Teaching Formal and Informal Language in the ESL Classroom
2019-02-26 Linda Dunsmore Alumni Experiences Teaching Ideas
Just as important as knowing the grammatical rules of a language is knowing how the language is spoken within its native cultural contexts. Every language will have a wide range of cultural contexts for its use, each with its own set of stylistic rules. For example, academic papers, business cover letters, and text messages adhere to very different sets of stylistic rules and are evaluated accordingly. Broadly speaking, these styles of use will fall on a scale between formal and informal language.
This post was written by our TEFL certification graduate Zephaniah Y.
What is Formal and Informal Language?
Formal language is usually used in occasions that carry a great deal of social significance, such as the giving of a public speech, the writing of a cover letter, or the writing of an academic paper. Typically, in formal occasions, a speaker will be expected to eschew self-expression and follow strict social protocols. Formal language tends to follow prescribed grammatical rules more closely, as well as specific stylistic conventions.
Conversely, informal language is used in less socially significant occasions, such as talking to friends or family members. It allows for a greater degree of self-expression and personability on part of the speaker and is expected to follow fewer grammatical and stylistic rules. To become proficient English-speakers, students should at some point learn to distinguish between these two types of language.
How to Teach Formal Language in the Classroom
One way a teacher can introduce this topic is by devoting a single class to defining formal language and distinguishing it from informal language and then supplementing this lesson with examples of colloquialisms and formal expressions in subsequent lessons. While it is important that students know the basics of formality in English, a perfect grasp cannot be expected of most TEFL students, particularly those below an advanced level, because the rules to formal writing are numerous and complex, and even most native speakers will struggle with formality.
However, a teacher might cover any of the following more basic rules: an avoidance of first and second person pronouns, an avoidance of contractions, an avoidance of abbreviations, an avoidance of slang and idioms, an avoidance of passive voice, an avoidance of too many simple sentences, an avoidance of overly emotive words or punctuation, and strict adherence to grammatical rules.
How to Teach Informal Language in the Classroom
Informal language is in large characterized by its tolerance of the things avoided in formal language and by the stylistic innovations that arise as a result. For example, phrases may express personal sentiments, sentences and words may be shortened, and words may be used in non-standard ways. Examples of informal language conventions are too numerous and situation-specific to teach within a single lesson but can be taught in relation to any number of topics.
The universal you, for example, is often used when giving directions in everyday speech ("you make a right at the stop sign").
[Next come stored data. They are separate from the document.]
import request from 'supertest';
import { describe, expect, it } from 'vitest';
import { accountMails, tampered } from '../helpers/accountMail';
import { buildUser, call, PASSWORD, signIn, unique, useApi } from '../helpers/api';
import { manualClock } from '../helpers/clock';

const NEW = 'saltmarsh-heron-violin-quay';
const clock = manualClock('2026-06-01T12:00:00Z');

describe('password resets API', () => {
  const ctx = useApi({ now: clock.now, passwordResetTtlMs: 60 * 60_000, accountMailLimitPerAddress: 2, accountMailLimitWindowMs: 3_600_000 });
  const ask = (email: string) => request(ctx.app).post('/api/v1/password-resets').send({ email });
  const complete = (token: string, password = NEW) => request(ctx.app).post('/api/v1/password-resets/complete').send({ token, password });

  it('answers 202 with the very same body for a known, an unknown and an inactive address; only the known one gets mail', async () => {
    const known = await buildUser();
    const inactive = await buildUser({ active: false });
    const stranger = `${unique('nobody')}@example.test`;
    const answers = [await ask(known.email.toUpperCase()), await ask(stranger), await ask(inactive.email)];
    for (const res of answers) {
      expect(res.status).toBe(202);
      expect(res.body).toEqual(answers[0].body);
    }
    expect(answers[0].body.data.message).toBe(
      'If that address belongs to an active Parapet account, a link to choose a new password is on its way. It works once, within 60 minutes.',
    );
    expect(await accountMails(ctx.sequelize, known.email, 'password-reset')).toHaveLength(1);
    expect(await accountMails(ctx.sequelize, stranger, 'password-reset')).toHaveLength(0);
    expect(await accountMails(ctx.sequelize, inactive.email, 'password-reset')).toHaveLength(0);
  });

  it('answers 400 to a request without a usable address', async () => {
    const res = await request(ctx.app).post('/api/v1/password-resets').send({ email: 'nope' });
    expect(res.status).toBe(400);
    expect(res.body.error.details).toEqual([{ path: 'email', message: 'email must be an e-mail address' }]);
  });

  it('sets the new password once, signs out every earlier session, and refuses the link a second time', async () => {
    const user = await buildUser();
    const before = await signIn(ctx, user);
    await ask(user.email);
    const [mail] = await accountMails(ctx.sequelize, user.email, 'password-reset');
    expect(mail.subject).toBe('Choose a new Parapet password');

    const res = await complete(mail.token);
    expect(res.status).toBe(200);
    expect((await before.get('/api/v1/me')).status).toBe(401);
    expect((await request(ctx.app).post('/api/v1/session').send({ email: user.email, password: PASSWORD })).status).toBe(401);
    expect((await request(ctx.app).post('/api/v1/session').send({ email: user.email, password: NEW })).status).toBe(200);

    const reused = await complete(mail.token, 'yet-another-quiet-phrase');
    expect(reused.status).toBe(410);
    expect(reused.body.error).toEqual({
      code: 'link_used',
      message: 'This password-reset link was already used or replaced by a newer one. Ask for a new one from the sign-in page.',
    });
  });

  it('refuses a tampered link (400) and an expired one (410) and keeps the old password', async () => {
    const user = await buildUser();
    await ask(user.email);
    const [mail] = await accountMails(ctx.sequelize, user.email, 'password-reset');
    const bad = await complete(tampered(mail.token));
    expect(bad.status).toBe(400);
    expect(bad.body.error.code).toBe('bad_link');
    // Changing the person the link is for breaks the signature too.
    const parts = mail.token.split('.');
    parts[2] = String(Number(parts[2]) + 1);
    expect((await complete(parts.join('.'))).status).toBe(400);

    clock.advance(3601);
    try {
      const expired = await complete(mail.token);
      expect(expired.status).toBe(410);
      expect(expired.body.error).toEqual({ code: 'link_expired', message: 'This password-reset link has expired. Ask for a new one from the sign-in page.' });
    } finally {
      clock.set('2026-06-01T12:00:00Z');
    }
    expect((await request(ctx.app).post('/api/v1/session').send({ email: user.email, password: PASSWORD })).status).toBe(200);
  });

  it('refuses a weak new password with 400 and leaves the link usable', async () => {
    const user = await buildUser();
    await ask(user.email);
    const [mail] = await accountMails(ctx.sequelize, user.email, 'password-reset');
    const weak = await complete(mail.token, 'qwertyuiop123');
    expect(weak.status).toBe(400);
    expect(weak.body.error.details).toEqual([{ path: 'password', message: 'password is on the list of commonly used passwords; choose another' }]);
    expect((await complete(mail.token)).status).toBe(200);
  });

  it('limits reset mail per address (the configured 2), whether or not the address exists', async () => {
    for (const email of [(await buildUser()).email, `${unique('ghost')}@example.test`]) {
      expect((await ask(email)).status).toBe(202);
      expect((await ask(email)).status).toBe(202);
      const third = await ask(email);
      expect(third.status).toBe(429);
      expect(third.body.error.code).toBe('rate_limited');
      expect(Number(third.headers['retry-after'])).toBeGreaterThan(0);
    }
  });

  it('a newer reset link replaces the older one', async () => {
    const user = await buildUser();
    await ask(user.email);
    await ask(user.email);
    const [first, second] = await accountMails(ctx.sequelize, user.email, 'password-reset');
    expect((await complete(first.token)).status).toBe(410);
    expect((await complete(second.token)).status).toBe(200);
  });

  it('needs no session and no CSRF token, even from a signed-in browser', async () => {
    const user = await buildUser();
    const agent = await signIn(ctx, user);
    const res = await call(agent, 'post', '/api/v1/password-resets', { email: user.email });
    expect(res.status).toBe(202);
  });
});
Additionally, in informal speech, it might also be acceptable to break grammatical rules. While the word "real" is an adjective and not an adverb, it isn't uncommon to hear people use it in place of "really" in informal occasions--a pie might be described as "real good", or the day "real hot". In some cases, the informal use might even be common enough in everyday speech that a formal use of language may be inappropriate.
Classifying Specific Words and Expressions
In addition to these rules that govern the use of formal and informal language, specific words and expressions are also sometimes classified as informal or formal arbitrarily or for reasons that would be difficult to explain, and in these cases, one can make small notes on the formality level where it is relevant. When teaching letter-writing, for example, one might contrast the formal letter greeting "Dear" with the less formal "Hello".
Also read: 11 Fun ESL Activities for Young Learners
While the actual production of formal language or of local slang are skills that will require much time and experience to perfect, the introduction of rules governing formal language and of informal stylistic conventions as well as attention paid to the formality level of various words and expressions students encounter will give students a good basis for further understanding of it.